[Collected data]
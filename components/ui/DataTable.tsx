import Link from 'next/link';
import { useId, type ReactNode } from 'react';
import { classes } from './classes';
import { EmptyState } from './EmptyState';

export interface Column<Row> {
  key: string;
  header: ReactNode;
  /** Unit of the figures in it, printed after the header in its own case. */
  unit?: string;
  cell: (row: Row) => ReactNode;
  /** Right-aligned, in the face of measured figures. */
  numeric?: boolean;
  /** The head links to the same list sorted by this column (needs `sortHref`). */
  sortable?: boolean;
  /** The cell that names the row; one column at most. On a phone it heads the row's lines, wherever its column stands. */
  rowHeader?: boolean;
  /** Left out on a tablet, where a table this wide would run off the page; a phone's lines and a desk have room for it. */
  spare?: boolean;
}

export interface Sort {
  key: string;
  direction: 'asc' | 'desc';
}

interface Props<Row> {
  /** What the table holds: printed above it, and its accessible name. */
  caption: ReactNode;
  captionHidden?: boolean;
  columns: readonly Column<Row>[];
  rows: readonly Row[];
  rowKey: (row: Row) => string;
  sort?: Sort;
  /** Where a sortable head leads. */
  sortHref?: (sort: Sort) => string;
  /** What stands there without rows: say what to do next. */
  empty?: ReactNode;
}

/**
 * A ledger, rendered on the server. Sorting is by links, so that a list's state is in its address. On a phone each row
 * becomes lines under each other, label and value, and the roles keep it a table to a screen reader; on a screen in
 * between it scrolls sideways inside a region that the keyboard reaches.
 * @example <DataTable caption="Units" columns={columns} rows={units} rowKey={(u) => u.id} sort={sort} sortHref={(s) => hrefWith({ sort: s.key, direction: s.direction })} empty={<EmptyState title="No unit matches">Clear the filter.</EmptyState>} />
 */
export function DataTable<Row>({ caption, captionHidden, columns, rows, rowKey, sort, sortHref, empty }: Props<Row>) {
  const captionId = useId();
  if (rows.length === 0) return empty ?? <EmptyState title="Nothing here yet" />;
  return (
    <div role="region" aria-labelledby={captionId} tabIndex={0} className="scroll-x relative">
      <table role="table" className="ledger max-sm:block">
        <caption id={captionId} className={captionHidden ? 'sr-only' : 'label text-left text-ink-soft max-sm:block'}>{caption}</caption>
        <thead role="rowgroup" className="max-sm:block max-sm:border-b-2 max-sm:border-ink">
          <tr role="row" className={classes('max-sm:flex max-sm:flex-wrap max-sm:items-center max-sm:gap-x-5', sortHref && "max-sm:before:text-ink-soft max-sm:before:content-['Sort_by']")}>
            {columns.map((column) => (
              <HeadCell key={column.key} column={column} sort={sort} sortHref={sortHref} />
            ))}
          </tr>
        </thead>
        <tbody role="rowgroup" className="max-sm:block">
          {rows.map((row) => (
            <tr key={rowKey(row)} role="row" className="max-sm:flex max-sm:flex-col max-sm:border-b max-sm:border-rule max-sm:py-3">
              {columns.map((column) => <Cell key={column.key} column={column} row={row} />)}
            </tr>
          ))}
        </tbody>
      </table>
    </div>
  );
}

function Cell<Row>({ column, row }: { column: Column<Row>; row: Row }) {
  const value = column.cell(row);
  const Tag = column.rowHeader ? 'th' : 'td';
  return (
    <Tag
      role={column.rowHeader ? 'rowheader' : 'cell'}
      scope={column.rowHeader ? 'row' : undefined}
      className={classes('max-sm:border-0! max-sm:p-0!', column.numeric && 'numeric', column.spare && 'sm:max-lg:hidden', column.rowHeader && 'max-sm:order-first', value === null || value === undefined || value === '' ? 'max-sm:hidden' : 'max-sm:flex max-sm:items-baseline max-sm:gap-4')}
    >
      {!column.rowHeader && <span aria-hidden="true" className="label w-28 shrink-0 text-left text-ink-soft sm:hidden">{column.header}</span>}
      <span className="contents max-sm:block max-sm:min-w-0 max-sm:wrap-anywhere">{value}</span>
    </Tag>
  );
}

function HeadCell<Row>({ column, sort, sortHref }: { column: Column<Row> } & Pick<Props<Row>, 'sort' | 'sortHref'>) {
  const sorted = sort?.key === column.key ? sort.direction : undefined;
  const words = column.unit ? <span>{column.header} <span className="unit">{column.unit}</span></span> : column.header;
  const next: Sort = { key: column.key, direction: sorted === 'asc' ? 'desc' : 'asc' };
  return (
    <th
      scope="col"
      role="columnheader"
      aria-sort={sorted && (sorted === 'asc' ? 'ascending' : 'descending')}
      className={classes('label max-sm:border-0! max-sm:p-0!', column.numeric && 'numeric', column.spare && 'sm:max-lg:hidden', !(column.sortable && sortHref) && 'max-sm:sr-only')}
    >
      {column.sortable && sortHref ? (
        <Link href={sortHref(next)} scroll={false} className="inline-flex min-h-8 items-end gap-1.5 underline decoration-edge decoration-dotted underline-offset-4 hover:decoration-solid max-sm:min-h-touch max-sm:items-center">
          {words}
          <SortMark direction={sorted} />
        </Link>
      ) : (
        words
      )}
    </th>
  );
}

/** Two triangles, the one that holds filled. */
function SortMark({ direction }: { direction: Sort['direction'] | undefined }) {
  return (
    <svg aria-hidden="true" viewBox="0 0 10 16" className="mb-0.5 h-3.5 w-2.5 shrink-0" stroke="currentColor">
      <path d="M1.5 6.5 5 1.5 8.5 6.5Z" fill={direction === 'asc' ? 'currentColor' : 'none'} />
      <path d="M1.5 9.5 5 14.5 8.5 9.5Z" fill={direction === 'desc' ? 'currentColor' : 'none'} />
    </svg>
  );
}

Problem:
The answer is the line containing "6.5 5 1.5 8.5" together with every line after it in the records, repeated exactly and with nothing else.

Output for this exercise:
      <path d="M1.5 6.5 5 1.5 8.5 6.5Z" fill={direction === 'asc' ? 'currentColor' : 'none'} />
      <path d="M1.5 9.5 5 14.5 8.5 9.5Z" fill={direction === 'desc' ? 'currentColor' : 'none'} />
    </svg>
  );
}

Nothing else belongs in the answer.